I am a huge fan of pitching statistics research. Of all the excellent work being done by public sabermetricians today, I can say that nothing is better than the work being done by Jonathan Judge and the Baseball Prospectus stats team on Deserved Run Average. DRA, for those uninitiated, is a pitching statistic that is on the same scale of RA9, but tries to answer the question of how many runs were deserved to be credited to a pitcher controlling for a variety of outside circumstances: opposing lineups, defense, park, weather, catcher, and umpire, for example.
In its first instantiation, it has proven to have a better predictive value than any other pitching statistic out there. But that doesn’t mean it was perfect. I’ve written about this a few times, and the best case of where DRA might go wrong is with Michael Pineda. I openly questioned why a system might say he’s one of the best pitchers in baseball, and it seems we have the natural response to that.
Yesterday Judge released a new version of DRA, and it seems to answer the Pineda criticisms that popped up over the past year. It now adds more descriptive value, which means it also has the power of describing the here-and-now and not just trying to forecast (this is why RA9 can be very effective). He says:
The effects on the likes of Pineda and CC Sabathia, another beneficiary of this system, are fascinating. In the 2016 version, Pineda and Sabathia were rated at 2.95 and 3.16 DRA, respectively, and now find themselves rated at 3.49 and 4.16.

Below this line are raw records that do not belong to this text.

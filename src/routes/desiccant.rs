//! Route `desiccant`: solar-regenerated desiccant evaporative cooling (open cycle).
//!
//! Air paths (states numbered as in the code):
//!
//! * supply: process inlet (1) → desiccant wheel, part bypassed (2) → sensible heat wheel,
//!   hot side (3) → supply evaporative cooler (4) → supply fan (heat pick-up) → room;
//! * regeneration: regeneration-side inlet (5) → return evaporative cooler (6) → heat wheel,
//!   cold side (7) → hot-water regeneration coil (t_regen) → desiccant wheel, part bypassed
//!   → exhaust fan → outdoors.
//!
//! `cycle = "ventilation"`: 100 % outdoor air is supplied and the room's return air
//! regenerates (process inlet = outdoor, regeneration inlet = room). `cycle = "recirculation"`:
//! room air is recirculated and outdoor air regenerates. Both are the classic open cycles
//! (Duffie & Beckman, Solar Engineering of Thermal Processes, 4th ed., the chapter on solar
//! desiccant cooling; ventilation cycle after Pennington's patent, from memory).
//!
//! Control each hour with a cooling load — and, in the ventilation cycle, with mechanical
//! ventilation in the building model (`LoadHour::ventilation_m3_h > 0`); fans run only then,
//! supply flow fixed. A ventilation-cycle unit has nothing to do in an hour when the building
//! takes no outdoor air (unoccupied): it is off and the whole load goes to the backup chiller
//! (or is reported unmet), reason `not-ventilating`.
//! 1. The supply humidity ratio the space needs, `W_target = W_room − Q_lat / (m (2501 +
//!    1.86 t_room))`; the supply temperature the sensible load needs,
//!    `t_need = t_room − Q_sens / (m c_p)`.
//! 2. The supply evaporative cooler runs only when the air after the heat wheel is warmer
//!    than `t_need` (minus the fan's pick-up), at the effectiveness that reaches it, at most
//!    its design value; it is off when its wet-bulb is at or below 0 °C (frozen pad). The
//!    heat wheel and the return cooler run when the process air is warmer than the cooled
//!    return side.
//! 3. Wheel stopped (and the regeneration coil off) when the supply without it already has
//!    `W ≤ W_target` (dry outdoor air: evaporative cooling alone) — or when the process inlet is
//!    outside the wheel model's range (0–50 °C).
//! 4. Otherwise the regeneration temperature that gives `W_supply = W_target` is found by Brent's
//!    method between `t_regen_min_c` and the cap `min(t_regen_max_c, what the heat supplied
//!    allows)`. If even `t_regen_min_c` over-dries, the wheel runs at `t_regen_min_c` with the
//!    bypass fraction β (same on process and regeneration sides, keeping the flow ratio) that
//!    meets the target, found by Brent's method. If the cap is not enough, the wheel runs at
//!    the cap and the latent shortfall is unmet.
//! 5. Delivered cooling from the supply state against the room state (`t_in_c` of the load
//!    model, `w_room_kg_kg` of the spec), sensible and latent separately, each at most the
//!    room's need, plus (ventilation cycle) the ventilation load of the outdoor air replaced
//!    (below). What remains of the building load goes to the backup electric chiller
//!    (`unmet = "backup-chiller"`) or is reported unmet (`unmet = "report"`).
//!
//! Credit balance (sensible and latent each on its own; this project's derivation from the
//! steady-flow energy balance of the room and of the unit). The building model's load `Q_b`
//! (≥ 0) contains the load of its mechanical ventilation `V_b` (`LoadHour::ventilation_m3_h`,
//! outdoor → room state) besides the envelope, internal, occupant and infiltration loads. With
//! `m = V ρ_std / 3600` and the ventilation load of a dry-air flow `m`,
//! `L_s(m) = max(0, m c_p (t_out − t_room))`, `L_l(m) = max(0, m (W_out − W_room)(2501 + 1.86
//! t_room))` (ASHRAE Handbook—Fundamentals 2017 ch. 1 eq. 30 enthalpy, from memory):
//!
//! * ventilation cycle: the unit's outdoor air `V_u` replaces `V_r = min(V_u, V_b)` of the
//!   building's. The room still needs `Q_room = max(0, Q_b − L(m_r))`: the envelope, internal
//!   and infiltration loads and, when `V_u < V_b`, the load of the outdoor air the unit does not
//!   replace. The supply delivers `D = m_u (h_room − h_supply)` to the room at the unit's flow.
//!   Credited cooling `= min(D, Q_room) + (Q_b − Q_room)`: room-side delivery capped at the
//!   room's need, plus the ventilation load of the replaced outdoor air (never more than
//!   `Q_b`). The unit itself cools `m_u (h_out − h_supply) = L(m_u) + D`; when `V_u > V_b` the
//!   surplus outdoor air's load `L(m_u) − L(m_r)` is carried by the unit and never credited (the
//!   building does not have it). `V_u = V_b` is the rule before the ventilation flow reached
//!   the route (unit flow = building flow); `V_b = 0` stops the unit (above);
//! * recirculation cycle: the supply is room air, no outdoor air is replaced:
//!   `Q_room = Q_b`, credited cooling `= min(D, Q_b)`; it runs in any hour with a load.
//!
//! The backup carries `Q_b − credited` (sensible + latent). Hand check: `tests` below.
//!
//! Heat request rule: the route asks for the regeneration heat at the regeneration temperature
//! it needs, whatever the store's top temperature — the boiler lifts the supply (route
//! contract). `run` re-solves the hour; when the heat supplied is less than asked, the
//! regeneration temperature is capped at what that heat can reach (Brent on the coil heat),
//! and below `t_regen_min_c` the wheel stops.

use super::conventional::{Conventional, ConventionalHour};
use super::{
    Cooling, Electricity, HeatRequest, HeatSupplied, HourConditions, Reason, Route, RouteHour,
};
use crate::components::chiller_electric::ChillerSpec;
use crate::components::desiccant_wheel::{Air, DesiccantWheel, T_PROCESS_VALID_C};
use crate::components::evap_cooler::{EvapCooler, water_enthalpy_kj_kg};
use crate::components::heat_wheel::{
    HeatWheel, RegenCoil, cp_kj_kgk, fan_heat_rise_k, fan_power_w,
};
use crate::error::Result;
use crate::props::psychro;
use crate::validate;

This is probably a good thing for the baseball stats world, showing that these metrics are at least trying to merge the underlying truth that someone like Pineda strikes out a ton of batters and doesn’t walk that many, and that our eyes are telling us he consistently gets hammered and fails in big situations. Something similar can be said for Sabathia: there was no way he was as good as 3.16 DRA, and something closer to league average makes a lot of sense based on his metrics and what we saw over the course of the season.
The flip side of that, as far as Pineda is concerned, is that DRA would argue that his RA9 (which was 5.02 last year) will probably regress positively, and I say that with hesitance because I just can’t get too excited based on—again—what I and many Yankees fans have seen with our eyes.
With DRA now with the descriptive power of RA9 and the predictive power of FIP, I can confidently say that it’s the preeminent stat out there, and I really can’t imagine seeing it as anything other than the best thing we have in achieving the ultimate sabermetric goal of isolating talent and finding objective reality, which is the field’s ultimate goal (one that is unreachable, as we know).
What this all means for Pineda is unclear. Russell Carlton of BP once spoke of the “N=1 paradigm,” whereby sabermetrics continues to improve predictions on the aggregate, but they still do a poor job at predicting the events of individual players. We may know that pitchers like Pineda tend to do well, but Pineda is his own person. Players like Sabathia tend to be league average, but we just don’t know if he will be.
I’m a fan of the stat if I’m building my fantasy team, that’s for sure, but I hold my breath as far as individuals go. This stat certainly comes closer to the answers we’re looking for, but there will always be a Pineda causing us to scratch our heads., no matter the precision.